13th Annual Conference of the International Speech Communication Association

Portland, OR, USA
September 9-13, 2012

Improving L1-Specific Phonological Error Diagnosis in Computer Assisted Pronunciation Training

Theban Stanley, Kadri Hacioglu

Rosetta Stone Labs, Boulder, CO, USA

With the increasing use of technology in classrooms, computer assisted pronunciation training (CAPT) is becoming a vital tool in language learning. In this paper, we present a system that takes advantage of data from learners of a specific L1 to better model phonological errors at various levels in the system. At the lexical level, a statistical machine translation approach is used to model common phonological errors produced by a specific L1 population. At the acoustic level, L1-dependent maximum likelihood (ML) nonnative models and discriminative training are explored. In our experiments, use of a Korean language dependent nonnative lexicon gives us diagnostic abilities that did not exist in our baseline configuration. Replacing the native ML acoustic model with the L1-dependent nonnative model produces relative improvements of 27.37% in precision for phone detection/identification tasks. We also propose a constrained variant of minimum phone error (MPE) training which is better adapted to phone detection/diagnosis.
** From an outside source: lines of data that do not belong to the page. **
import 'server-only';
import type * as z from 'zod';
import { openItemsOf } from '@/db/open-items';
import { findPayer, livePayers, type Payer } from '@/db/payers';
import { paymentByKey } from '@/db/payments';
import { transaction } from '@/db/transaction';
import { say } from '@/lib/explained';
import { AppError, notFound } from '@/lib/errors';
import { isAmbiguousAmount, parseMoney, sumOf } from '@/lib/money';
import type { Context } from '@/lib/server/context';
import { addDays } from '@/lib/time';
import { assertCan } from '@/policies/ability';
import { allocate, type OpenItem } from '../allocation';
import type { deskPaymentSchema } from '../schema';
import { recordPayment } from './record-payment';

type Taking = z.output<typeof deskPaymentSchema>;
export type Taken = { receiptNo: string; steps: string[] };

/** Money taken at the desk: cash, a transfer seen on the bank statement, a cheque. The same form sent twice takes it once. */
export async function takeDeskPayment(input: Taking, context: Context): Promise<Taken> {
  const payer = await findPayer(context.db, input.payerId);
  if (!payer) throw notFound('payer');
  // A payer may pay by card; that money was handed over at the desk is for the office to say.
  assertCan(context.ability, 'manage', 'Payment', { payerId: payer.id });
  const amountMinor = amountOf(input.amount, payer);
  if (input.receivedOn > context.today) throw new AppError('invalid', 'A payment cannot come from the future.', { receivedOn: ['Choose today or an earlier day.'] });
  if (input.receivedOn < addDays(context.today, -366)) throw new AppError('invalid', 'This day is more than a year ago.', { receivedOn: ['Check the year.'] });
  const externalKey = `desk:${input.requestKey}`;
  return transaction(context.db, async (trx) => {
    const known = await paymentByKey(trx, externalKey);
    if (known) return { receiptNo: known.receiptDocumentNo ?? '', steps: [] };
    const { receiptNo, steps } = await recordPayment(trx, context, {
      payer, amountMinor, method: input.method, receivedOn: input.receivedOn, externalKey, note: input.note, shareId: null, cardBrand: null, cardLast4: null,
    });
    return { receiptNo, steps };
  });
}

function amountOf(typed: string, payer: Payer): number {
  if (isAmbiguousAmount(typed, payer.currency)) throw new AppError('invalid', 'The amount can be read in two ways.', { amount: ['Write it with its cents, like 12345.00 or 12.34.'] });
  const amountMinor = parseMoney(typed, payer.currency);
  if (amountMinor === null) throw new AppError('invalid', 'The amount was not understood.', { amount: ['Write it like 120 or 120.50.'] });
  if (amountMinor <= 0) throw new AppError('invalid', 'The amount must be more than nothing.', { amount: ['Enter what was paid.'] });
  return amountMinor;
}

export type PayerChoice = { payerId: string; name: string; familyId: string; familyName: string; currency: string };
export const payerChoices = async (context: Context): Promise<PayerChoice[]> => {
  assertCan(context.ability, 'read', 'Payment', {});
  return (await livePayers(context.db)).map(({ id, name, familyId, familyName, currency }) => ({ payerId: id, name, familyId, familyName, currency }));
};

export type DeskPreview = { openMinor: number; currency: string; items: Pick<OpenItem, 'label' | 'dueOn' | 'openMinor'>[]; steps: string[] };

/** What a payer owes, and what an amount would settle, before it is taken. */
export async function previewDeskPayment({ payerId, amount }: { payerId: string; amount: string }, context: Context): Promise<DeskPreview> {
  const payer = await findPayer(context.db, payerId);
  if (!payer) throw notFound('payer');
  assertCan(context.ability, 'read', 'Payment', { payerId });
  const items = await openItemsOf(context.db, payerId);
  const words = { currency: payer.currency, locale: context.school.locale };
  const amountMinor = parseMoney(amount, payer.currency) ?? 0;
  const openMinor = sumOf(items.map((item) => item.openMinor));
  const steps = amountMinor > 0 ? allocate(amountMinor, items, words).steps : [`Open: ${say(openMinor, words)}`];
  return { openMinor, currency: payer.currency, items: items.map(({ label, dueOn, openMinor: open }) => ({ label, dueOn, openMinor: open })), steps };
}
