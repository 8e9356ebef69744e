import type { House } from './demo-house';
import type { demoTerms } from './demo-calendar-plan';

/** Bills, pay and the ladder of the past months. */
export async function layHistory(_house: House, _terms: ReturnType<typeof demoTerms>): Promise<void> {}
This technique produces 5.6% relative improvement in precision in comparison to ML nonnative acoustic models.

Index Terms: language learning, phonological error modeling, machine translation, minimum phone error training

Full Paper

Bibliographic reference.  Stanley, Theban / Hacioglu, Kadri (2012): "Improving L1-specific phonological error diagnosis in computer assisted pronunciation training", In INTERSPEECH-2012, 827-830.